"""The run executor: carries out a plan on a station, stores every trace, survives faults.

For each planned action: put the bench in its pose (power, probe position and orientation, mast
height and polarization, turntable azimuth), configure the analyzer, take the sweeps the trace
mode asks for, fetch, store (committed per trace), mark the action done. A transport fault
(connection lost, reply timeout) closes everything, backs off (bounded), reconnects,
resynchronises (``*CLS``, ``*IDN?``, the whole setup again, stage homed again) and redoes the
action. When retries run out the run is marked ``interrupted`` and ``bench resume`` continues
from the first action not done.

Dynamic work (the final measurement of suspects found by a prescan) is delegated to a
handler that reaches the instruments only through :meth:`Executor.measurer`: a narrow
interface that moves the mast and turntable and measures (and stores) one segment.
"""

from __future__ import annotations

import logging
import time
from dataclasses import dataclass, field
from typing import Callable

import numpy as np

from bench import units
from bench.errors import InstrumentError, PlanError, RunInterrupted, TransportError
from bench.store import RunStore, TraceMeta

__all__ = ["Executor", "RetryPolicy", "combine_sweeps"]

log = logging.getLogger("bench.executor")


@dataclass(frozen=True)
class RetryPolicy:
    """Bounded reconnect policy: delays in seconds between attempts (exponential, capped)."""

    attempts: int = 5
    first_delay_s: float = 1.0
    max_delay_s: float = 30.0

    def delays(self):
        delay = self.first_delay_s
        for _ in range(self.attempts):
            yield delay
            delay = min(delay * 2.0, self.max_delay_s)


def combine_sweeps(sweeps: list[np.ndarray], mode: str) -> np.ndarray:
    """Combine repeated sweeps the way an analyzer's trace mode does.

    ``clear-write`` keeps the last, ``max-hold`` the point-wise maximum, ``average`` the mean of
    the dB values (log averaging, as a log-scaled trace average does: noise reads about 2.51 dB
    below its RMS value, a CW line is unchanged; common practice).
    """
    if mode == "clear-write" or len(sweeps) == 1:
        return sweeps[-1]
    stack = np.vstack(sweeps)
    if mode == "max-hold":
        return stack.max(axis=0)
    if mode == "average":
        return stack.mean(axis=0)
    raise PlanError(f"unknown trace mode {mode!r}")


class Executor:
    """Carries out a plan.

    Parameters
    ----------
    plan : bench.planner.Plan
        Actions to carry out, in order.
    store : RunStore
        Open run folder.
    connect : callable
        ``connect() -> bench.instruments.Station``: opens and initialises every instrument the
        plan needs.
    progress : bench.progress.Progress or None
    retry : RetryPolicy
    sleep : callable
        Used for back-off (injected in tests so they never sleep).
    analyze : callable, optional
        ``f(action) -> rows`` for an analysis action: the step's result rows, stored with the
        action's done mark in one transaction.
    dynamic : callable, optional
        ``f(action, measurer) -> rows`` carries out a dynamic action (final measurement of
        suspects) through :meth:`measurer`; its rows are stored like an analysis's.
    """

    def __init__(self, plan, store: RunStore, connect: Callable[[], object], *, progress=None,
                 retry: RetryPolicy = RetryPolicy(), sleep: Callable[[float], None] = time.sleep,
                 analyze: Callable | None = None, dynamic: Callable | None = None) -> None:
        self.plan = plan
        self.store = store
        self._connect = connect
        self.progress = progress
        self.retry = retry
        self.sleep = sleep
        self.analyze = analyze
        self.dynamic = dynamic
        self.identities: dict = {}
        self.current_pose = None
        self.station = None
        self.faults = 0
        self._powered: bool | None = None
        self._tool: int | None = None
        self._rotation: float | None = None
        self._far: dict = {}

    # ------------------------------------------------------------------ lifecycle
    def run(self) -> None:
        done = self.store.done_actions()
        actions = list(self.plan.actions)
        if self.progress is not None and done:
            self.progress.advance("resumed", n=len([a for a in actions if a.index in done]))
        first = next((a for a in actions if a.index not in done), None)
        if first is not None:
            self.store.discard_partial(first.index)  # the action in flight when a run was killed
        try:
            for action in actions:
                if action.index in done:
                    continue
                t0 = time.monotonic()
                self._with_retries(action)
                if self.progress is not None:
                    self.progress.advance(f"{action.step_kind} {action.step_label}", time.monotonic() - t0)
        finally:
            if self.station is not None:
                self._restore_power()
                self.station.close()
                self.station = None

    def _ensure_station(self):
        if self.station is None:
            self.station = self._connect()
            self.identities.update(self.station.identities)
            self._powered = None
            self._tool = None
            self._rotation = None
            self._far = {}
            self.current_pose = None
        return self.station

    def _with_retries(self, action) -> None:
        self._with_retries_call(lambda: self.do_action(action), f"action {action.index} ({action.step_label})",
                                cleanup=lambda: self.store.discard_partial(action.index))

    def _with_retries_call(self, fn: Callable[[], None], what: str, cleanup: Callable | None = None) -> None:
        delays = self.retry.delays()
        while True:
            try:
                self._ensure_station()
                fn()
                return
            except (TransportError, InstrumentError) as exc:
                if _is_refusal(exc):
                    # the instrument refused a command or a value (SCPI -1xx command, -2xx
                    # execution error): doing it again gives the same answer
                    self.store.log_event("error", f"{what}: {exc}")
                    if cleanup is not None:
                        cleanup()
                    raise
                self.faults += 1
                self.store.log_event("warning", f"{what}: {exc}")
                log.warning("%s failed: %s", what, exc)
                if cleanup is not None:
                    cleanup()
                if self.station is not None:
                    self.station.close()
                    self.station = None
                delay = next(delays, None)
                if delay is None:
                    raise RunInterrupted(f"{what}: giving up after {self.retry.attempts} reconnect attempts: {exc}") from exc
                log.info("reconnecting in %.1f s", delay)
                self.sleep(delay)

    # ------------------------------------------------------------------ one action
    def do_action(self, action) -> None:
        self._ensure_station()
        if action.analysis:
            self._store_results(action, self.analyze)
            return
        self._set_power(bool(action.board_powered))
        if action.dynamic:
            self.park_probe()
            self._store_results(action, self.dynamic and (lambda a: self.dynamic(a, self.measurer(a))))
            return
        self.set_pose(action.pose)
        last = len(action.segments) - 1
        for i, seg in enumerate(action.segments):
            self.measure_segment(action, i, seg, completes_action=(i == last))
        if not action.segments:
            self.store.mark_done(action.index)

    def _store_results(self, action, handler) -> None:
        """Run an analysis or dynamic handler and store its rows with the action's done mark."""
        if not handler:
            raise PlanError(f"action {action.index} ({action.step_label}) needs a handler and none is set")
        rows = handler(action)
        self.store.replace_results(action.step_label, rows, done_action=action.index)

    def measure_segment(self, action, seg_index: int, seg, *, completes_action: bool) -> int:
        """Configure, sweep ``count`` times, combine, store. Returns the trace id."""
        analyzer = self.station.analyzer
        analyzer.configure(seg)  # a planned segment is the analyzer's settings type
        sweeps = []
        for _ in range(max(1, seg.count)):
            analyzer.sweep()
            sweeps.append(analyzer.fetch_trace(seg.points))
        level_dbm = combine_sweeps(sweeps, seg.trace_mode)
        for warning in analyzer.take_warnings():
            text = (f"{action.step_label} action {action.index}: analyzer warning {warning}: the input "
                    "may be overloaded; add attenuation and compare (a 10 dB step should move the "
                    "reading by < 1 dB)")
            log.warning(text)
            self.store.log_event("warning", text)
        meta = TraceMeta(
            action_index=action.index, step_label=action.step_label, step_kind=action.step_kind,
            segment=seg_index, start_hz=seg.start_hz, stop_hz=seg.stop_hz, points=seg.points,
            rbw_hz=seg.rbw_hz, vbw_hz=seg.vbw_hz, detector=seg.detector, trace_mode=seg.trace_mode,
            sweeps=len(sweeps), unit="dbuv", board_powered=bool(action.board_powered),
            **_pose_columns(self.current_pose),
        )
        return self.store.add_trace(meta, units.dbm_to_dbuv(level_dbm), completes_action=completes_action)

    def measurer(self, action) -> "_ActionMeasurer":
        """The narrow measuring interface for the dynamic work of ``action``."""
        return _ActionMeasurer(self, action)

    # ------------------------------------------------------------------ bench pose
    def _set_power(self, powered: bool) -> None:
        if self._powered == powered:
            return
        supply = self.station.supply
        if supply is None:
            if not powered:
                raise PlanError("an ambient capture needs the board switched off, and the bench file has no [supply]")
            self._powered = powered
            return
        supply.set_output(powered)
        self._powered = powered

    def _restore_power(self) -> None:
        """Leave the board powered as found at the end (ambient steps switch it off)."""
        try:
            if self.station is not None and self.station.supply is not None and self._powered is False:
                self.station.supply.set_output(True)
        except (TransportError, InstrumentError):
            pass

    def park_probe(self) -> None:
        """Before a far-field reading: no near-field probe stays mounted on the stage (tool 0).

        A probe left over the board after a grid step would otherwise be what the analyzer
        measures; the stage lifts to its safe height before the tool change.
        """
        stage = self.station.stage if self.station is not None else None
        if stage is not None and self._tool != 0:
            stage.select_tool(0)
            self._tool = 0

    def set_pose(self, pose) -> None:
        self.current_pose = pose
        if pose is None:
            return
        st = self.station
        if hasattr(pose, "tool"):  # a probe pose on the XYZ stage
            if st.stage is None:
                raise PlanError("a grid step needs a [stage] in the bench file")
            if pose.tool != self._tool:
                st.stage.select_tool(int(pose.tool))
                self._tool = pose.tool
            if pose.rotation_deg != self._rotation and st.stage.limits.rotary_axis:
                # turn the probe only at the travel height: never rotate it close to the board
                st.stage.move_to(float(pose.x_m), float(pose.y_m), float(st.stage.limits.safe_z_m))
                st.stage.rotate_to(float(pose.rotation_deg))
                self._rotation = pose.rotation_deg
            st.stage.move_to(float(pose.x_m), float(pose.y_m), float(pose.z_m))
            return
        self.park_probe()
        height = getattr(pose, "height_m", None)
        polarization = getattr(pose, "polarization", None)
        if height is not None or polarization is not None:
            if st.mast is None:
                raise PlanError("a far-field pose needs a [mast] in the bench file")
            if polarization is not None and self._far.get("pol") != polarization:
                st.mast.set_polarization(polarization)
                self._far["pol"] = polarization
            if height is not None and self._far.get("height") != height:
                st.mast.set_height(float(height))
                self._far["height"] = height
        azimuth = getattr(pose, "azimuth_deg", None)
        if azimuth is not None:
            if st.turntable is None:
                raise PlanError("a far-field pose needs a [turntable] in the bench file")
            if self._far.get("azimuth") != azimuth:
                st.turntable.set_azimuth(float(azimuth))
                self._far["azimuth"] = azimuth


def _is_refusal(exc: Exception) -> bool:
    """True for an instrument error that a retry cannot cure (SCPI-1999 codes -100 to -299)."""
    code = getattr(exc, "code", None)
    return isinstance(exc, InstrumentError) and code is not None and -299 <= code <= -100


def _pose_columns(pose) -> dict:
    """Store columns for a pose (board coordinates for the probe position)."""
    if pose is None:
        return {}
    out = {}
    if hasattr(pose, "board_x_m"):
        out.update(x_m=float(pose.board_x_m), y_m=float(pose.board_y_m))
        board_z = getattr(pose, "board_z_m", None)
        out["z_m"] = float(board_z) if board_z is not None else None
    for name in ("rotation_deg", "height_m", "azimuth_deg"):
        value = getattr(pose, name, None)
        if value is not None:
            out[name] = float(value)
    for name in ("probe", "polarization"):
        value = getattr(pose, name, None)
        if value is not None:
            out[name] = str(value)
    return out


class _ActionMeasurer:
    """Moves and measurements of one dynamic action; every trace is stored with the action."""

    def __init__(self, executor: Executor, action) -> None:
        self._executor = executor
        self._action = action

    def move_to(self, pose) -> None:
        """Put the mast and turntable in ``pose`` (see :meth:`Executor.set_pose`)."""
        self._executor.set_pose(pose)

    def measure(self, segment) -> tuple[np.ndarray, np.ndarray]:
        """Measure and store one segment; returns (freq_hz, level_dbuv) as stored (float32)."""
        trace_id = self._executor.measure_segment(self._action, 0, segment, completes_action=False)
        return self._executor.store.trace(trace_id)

==*==

REQUIRED WORK –
Set down, exactly as they appear, the lines above from the first one to the line that holds "(connection lost, reply", both included, please, and no others.

ANSWER FOR THE TASK –
"""The run executor: carries out a plan on a station, stores every trace, survives faults.

For each planned action: put the bench in its pose (power, probe position and orientation, mast
height and polarization, turntable azimuth), configure the analyzer, take the sweeps the trace
mode asks for, fetch, store (committed per trace), mark the action done. A transport fault
(connection lost, reply timeout) closes everything, backs off (bounded), reconnects,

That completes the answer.